* _Data for processing_
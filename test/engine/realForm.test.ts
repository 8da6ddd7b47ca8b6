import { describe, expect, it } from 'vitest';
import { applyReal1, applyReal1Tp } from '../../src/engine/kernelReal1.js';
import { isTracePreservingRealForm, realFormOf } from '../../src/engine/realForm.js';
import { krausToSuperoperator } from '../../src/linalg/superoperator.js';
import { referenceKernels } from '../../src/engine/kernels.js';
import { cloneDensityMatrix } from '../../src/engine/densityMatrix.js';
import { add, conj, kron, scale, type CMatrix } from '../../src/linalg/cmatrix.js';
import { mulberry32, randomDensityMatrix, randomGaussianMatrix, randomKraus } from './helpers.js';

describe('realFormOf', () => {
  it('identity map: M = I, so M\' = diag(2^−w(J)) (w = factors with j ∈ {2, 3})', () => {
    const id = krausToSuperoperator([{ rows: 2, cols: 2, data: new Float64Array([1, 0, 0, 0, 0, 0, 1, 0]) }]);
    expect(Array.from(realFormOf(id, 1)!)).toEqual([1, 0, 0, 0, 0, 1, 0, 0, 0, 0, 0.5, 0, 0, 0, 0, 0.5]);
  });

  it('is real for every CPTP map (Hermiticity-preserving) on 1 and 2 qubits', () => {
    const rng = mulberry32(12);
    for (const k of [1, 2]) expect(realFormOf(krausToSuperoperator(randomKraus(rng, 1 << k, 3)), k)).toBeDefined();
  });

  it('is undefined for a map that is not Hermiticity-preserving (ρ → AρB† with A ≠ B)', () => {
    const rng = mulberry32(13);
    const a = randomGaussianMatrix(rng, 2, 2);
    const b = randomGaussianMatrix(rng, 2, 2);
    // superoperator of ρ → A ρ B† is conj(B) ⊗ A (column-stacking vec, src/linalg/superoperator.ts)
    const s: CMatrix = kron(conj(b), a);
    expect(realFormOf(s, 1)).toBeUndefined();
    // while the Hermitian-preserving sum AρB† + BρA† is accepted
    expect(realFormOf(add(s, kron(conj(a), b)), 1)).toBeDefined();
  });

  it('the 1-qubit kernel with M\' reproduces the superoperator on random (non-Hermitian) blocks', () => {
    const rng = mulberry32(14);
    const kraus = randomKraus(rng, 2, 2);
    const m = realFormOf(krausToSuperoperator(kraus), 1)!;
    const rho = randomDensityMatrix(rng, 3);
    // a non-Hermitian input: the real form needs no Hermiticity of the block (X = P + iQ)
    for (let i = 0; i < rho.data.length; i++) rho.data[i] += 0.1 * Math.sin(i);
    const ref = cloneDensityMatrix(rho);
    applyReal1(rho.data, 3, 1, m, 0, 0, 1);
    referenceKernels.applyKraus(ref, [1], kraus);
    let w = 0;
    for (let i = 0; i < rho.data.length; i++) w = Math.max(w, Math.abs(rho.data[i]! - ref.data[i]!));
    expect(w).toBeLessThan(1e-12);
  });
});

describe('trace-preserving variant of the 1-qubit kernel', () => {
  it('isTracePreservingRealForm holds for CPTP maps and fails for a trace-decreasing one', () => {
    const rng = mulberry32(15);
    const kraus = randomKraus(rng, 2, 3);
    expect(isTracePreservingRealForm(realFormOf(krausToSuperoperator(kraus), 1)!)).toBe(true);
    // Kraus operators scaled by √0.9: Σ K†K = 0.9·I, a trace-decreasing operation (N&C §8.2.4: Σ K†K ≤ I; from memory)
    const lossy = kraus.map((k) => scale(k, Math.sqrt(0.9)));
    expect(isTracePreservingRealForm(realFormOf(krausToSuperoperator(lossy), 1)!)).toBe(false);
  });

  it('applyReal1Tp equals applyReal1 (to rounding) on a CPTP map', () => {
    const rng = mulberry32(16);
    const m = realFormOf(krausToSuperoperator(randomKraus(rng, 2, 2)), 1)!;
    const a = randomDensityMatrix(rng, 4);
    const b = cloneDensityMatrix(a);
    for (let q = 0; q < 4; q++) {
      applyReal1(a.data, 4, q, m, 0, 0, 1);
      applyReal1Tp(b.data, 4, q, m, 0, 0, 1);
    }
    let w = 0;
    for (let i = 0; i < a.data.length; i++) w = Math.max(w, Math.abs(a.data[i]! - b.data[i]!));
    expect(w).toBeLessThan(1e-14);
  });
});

* * *

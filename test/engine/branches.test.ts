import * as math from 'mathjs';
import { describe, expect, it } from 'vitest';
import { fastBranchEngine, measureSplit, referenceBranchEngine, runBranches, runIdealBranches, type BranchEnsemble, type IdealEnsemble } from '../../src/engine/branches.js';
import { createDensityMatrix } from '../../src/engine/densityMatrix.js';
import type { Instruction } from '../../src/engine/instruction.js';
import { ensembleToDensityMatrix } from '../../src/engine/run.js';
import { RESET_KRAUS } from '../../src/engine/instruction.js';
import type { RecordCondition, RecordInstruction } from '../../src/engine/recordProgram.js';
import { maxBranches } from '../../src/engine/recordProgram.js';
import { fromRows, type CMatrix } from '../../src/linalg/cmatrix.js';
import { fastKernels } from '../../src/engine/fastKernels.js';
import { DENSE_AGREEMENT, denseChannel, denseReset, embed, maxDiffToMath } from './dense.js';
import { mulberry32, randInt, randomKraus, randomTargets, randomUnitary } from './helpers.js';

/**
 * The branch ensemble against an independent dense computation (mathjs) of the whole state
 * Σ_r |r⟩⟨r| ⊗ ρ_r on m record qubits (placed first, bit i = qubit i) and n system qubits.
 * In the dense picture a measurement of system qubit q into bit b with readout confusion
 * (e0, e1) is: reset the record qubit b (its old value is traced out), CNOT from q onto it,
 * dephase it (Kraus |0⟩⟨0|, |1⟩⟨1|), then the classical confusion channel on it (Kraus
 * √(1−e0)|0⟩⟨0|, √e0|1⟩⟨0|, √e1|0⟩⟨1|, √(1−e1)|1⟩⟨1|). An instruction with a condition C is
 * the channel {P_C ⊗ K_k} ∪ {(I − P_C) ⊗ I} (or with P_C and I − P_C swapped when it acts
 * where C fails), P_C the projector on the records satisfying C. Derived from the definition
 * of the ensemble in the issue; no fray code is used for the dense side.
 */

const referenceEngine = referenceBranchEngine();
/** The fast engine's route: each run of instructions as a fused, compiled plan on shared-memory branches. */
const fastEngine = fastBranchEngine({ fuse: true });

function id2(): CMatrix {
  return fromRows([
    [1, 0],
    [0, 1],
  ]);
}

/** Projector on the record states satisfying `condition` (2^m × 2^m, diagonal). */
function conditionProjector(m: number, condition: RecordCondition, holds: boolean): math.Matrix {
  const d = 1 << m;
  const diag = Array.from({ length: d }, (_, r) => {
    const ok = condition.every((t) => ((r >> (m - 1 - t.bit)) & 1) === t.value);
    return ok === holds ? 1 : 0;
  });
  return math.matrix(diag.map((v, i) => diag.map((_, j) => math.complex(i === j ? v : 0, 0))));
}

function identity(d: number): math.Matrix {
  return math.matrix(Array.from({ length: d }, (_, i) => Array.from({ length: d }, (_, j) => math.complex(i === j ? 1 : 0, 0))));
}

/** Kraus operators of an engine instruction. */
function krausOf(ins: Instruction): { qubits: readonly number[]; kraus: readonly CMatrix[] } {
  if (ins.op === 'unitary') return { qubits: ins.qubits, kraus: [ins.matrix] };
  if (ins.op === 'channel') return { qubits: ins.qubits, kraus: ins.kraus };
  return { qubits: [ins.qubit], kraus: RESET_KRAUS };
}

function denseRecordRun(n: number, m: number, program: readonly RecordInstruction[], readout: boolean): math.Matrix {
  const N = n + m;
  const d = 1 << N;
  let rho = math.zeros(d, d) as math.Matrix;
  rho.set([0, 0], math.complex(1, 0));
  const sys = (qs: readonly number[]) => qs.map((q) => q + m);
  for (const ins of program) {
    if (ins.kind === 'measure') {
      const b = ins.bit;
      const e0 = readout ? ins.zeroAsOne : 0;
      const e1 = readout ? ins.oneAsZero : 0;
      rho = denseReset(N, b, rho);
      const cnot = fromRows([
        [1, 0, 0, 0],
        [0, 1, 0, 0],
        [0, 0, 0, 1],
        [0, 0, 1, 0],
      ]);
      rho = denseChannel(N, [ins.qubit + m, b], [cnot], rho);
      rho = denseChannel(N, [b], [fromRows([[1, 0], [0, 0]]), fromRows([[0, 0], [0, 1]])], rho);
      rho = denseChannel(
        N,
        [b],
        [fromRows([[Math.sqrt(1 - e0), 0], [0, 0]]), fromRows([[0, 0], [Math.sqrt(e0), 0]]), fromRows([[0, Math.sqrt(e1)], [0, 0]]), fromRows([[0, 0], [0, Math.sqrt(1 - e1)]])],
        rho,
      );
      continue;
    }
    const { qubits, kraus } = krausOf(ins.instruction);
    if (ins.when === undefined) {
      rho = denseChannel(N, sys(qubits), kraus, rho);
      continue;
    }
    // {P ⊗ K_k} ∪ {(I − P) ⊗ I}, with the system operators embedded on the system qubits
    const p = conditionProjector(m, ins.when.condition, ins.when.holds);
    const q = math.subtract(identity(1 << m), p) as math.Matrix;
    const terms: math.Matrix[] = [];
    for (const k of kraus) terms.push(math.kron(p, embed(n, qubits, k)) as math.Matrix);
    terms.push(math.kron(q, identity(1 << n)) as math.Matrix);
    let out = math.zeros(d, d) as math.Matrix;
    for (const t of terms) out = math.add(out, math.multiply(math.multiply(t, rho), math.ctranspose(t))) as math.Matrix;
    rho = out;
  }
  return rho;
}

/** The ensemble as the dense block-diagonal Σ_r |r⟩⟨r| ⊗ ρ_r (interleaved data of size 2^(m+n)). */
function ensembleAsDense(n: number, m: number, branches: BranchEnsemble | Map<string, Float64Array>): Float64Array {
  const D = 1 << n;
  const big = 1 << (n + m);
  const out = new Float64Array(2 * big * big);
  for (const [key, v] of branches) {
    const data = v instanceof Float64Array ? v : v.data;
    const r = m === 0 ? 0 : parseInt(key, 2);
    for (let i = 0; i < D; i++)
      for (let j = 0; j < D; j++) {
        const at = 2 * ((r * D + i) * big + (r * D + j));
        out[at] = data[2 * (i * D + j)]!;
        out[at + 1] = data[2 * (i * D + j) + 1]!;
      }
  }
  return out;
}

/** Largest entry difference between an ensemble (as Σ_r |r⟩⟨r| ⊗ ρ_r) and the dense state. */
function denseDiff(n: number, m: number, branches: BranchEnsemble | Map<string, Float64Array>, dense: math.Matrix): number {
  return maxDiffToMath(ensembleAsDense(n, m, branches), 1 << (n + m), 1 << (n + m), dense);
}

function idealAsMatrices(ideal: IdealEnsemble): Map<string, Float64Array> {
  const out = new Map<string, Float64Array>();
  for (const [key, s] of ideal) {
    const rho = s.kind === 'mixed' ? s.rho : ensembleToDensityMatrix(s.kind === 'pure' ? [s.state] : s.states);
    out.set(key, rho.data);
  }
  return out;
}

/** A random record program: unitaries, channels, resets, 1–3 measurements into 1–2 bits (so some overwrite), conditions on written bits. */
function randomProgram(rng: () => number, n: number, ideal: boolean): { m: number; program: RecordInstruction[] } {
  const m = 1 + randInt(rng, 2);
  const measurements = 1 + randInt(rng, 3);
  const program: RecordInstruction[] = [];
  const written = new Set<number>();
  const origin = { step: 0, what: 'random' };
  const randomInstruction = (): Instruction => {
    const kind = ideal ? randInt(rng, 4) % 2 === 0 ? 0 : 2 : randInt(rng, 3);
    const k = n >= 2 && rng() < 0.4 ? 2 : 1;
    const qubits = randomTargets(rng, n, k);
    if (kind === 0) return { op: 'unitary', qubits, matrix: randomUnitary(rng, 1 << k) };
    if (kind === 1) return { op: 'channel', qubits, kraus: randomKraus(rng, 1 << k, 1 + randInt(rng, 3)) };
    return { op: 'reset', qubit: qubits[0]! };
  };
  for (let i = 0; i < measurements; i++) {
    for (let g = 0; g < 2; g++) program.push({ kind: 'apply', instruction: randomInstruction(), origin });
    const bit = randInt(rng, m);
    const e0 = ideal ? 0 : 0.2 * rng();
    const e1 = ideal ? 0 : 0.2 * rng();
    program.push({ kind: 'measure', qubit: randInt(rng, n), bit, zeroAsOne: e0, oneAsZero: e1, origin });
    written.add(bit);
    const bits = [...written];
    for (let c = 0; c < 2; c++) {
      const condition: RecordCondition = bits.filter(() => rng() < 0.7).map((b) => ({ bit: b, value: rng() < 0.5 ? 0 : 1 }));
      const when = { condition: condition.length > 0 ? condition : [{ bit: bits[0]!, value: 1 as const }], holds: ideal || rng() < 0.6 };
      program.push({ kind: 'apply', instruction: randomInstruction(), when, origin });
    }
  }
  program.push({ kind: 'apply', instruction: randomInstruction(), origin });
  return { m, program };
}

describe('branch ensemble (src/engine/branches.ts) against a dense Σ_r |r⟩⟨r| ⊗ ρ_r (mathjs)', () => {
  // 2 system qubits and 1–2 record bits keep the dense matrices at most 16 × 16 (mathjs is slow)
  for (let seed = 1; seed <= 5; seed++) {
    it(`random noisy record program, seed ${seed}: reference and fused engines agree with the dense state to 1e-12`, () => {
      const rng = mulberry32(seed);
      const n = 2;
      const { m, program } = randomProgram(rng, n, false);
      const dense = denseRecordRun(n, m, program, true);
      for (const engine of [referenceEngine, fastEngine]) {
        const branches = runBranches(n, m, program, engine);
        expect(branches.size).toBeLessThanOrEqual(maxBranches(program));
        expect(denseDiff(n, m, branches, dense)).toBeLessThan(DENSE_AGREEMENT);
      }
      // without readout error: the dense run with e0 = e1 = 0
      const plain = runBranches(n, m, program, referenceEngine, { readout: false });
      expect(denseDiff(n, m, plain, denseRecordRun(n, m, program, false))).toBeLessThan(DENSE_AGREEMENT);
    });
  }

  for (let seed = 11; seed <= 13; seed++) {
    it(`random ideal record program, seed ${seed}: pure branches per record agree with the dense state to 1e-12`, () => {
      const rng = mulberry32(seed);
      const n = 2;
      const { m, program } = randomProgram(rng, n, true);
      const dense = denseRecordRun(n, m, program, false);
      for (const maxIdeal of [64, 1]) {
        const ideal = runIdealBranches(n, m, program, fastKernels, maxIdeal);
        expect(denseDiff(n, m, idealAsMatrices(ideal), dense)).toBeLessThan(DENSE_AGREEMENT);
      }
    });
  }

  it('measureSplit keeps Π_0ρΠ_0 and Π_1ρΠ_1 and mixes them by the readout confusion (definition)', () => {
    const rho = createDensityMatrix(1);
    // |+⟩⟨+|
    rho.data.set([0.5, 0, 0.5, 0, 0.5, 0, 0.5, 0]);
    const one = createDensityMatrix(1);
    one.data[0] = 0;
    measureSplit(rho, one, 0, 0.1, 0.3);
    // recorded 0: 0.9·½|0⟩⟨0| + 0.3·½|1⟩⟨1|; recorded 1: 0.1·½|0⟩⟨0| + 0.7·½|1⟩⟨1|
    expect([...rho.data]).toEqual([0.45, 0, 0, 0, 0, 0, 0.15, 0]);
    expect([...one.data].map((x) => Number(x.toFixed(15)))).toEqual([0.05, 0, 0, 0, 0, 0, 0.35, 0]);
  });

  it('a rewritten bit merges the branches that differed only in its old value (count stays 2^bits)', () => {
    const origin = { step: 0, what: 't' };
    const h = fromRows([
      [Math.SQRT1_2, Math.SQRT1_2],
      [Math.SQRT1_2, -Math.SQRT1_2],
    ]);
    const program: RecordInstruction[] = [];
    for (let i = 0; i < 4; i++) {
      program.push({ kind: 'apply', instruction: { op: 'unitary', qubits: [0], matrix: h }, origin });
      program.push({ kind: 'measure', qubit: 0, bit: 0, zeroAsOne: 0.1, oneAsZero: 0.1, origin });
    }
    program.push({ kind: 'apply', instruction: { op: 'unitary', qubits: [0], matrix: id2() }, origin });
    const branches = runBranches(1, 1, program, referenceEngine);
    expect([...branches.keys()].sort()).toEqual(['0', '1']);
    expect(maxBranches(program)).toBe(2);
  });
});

* _Activity_
In the data above, how many lines include the word "against"? Answer with the number only.

* _Solution for this exercise_
2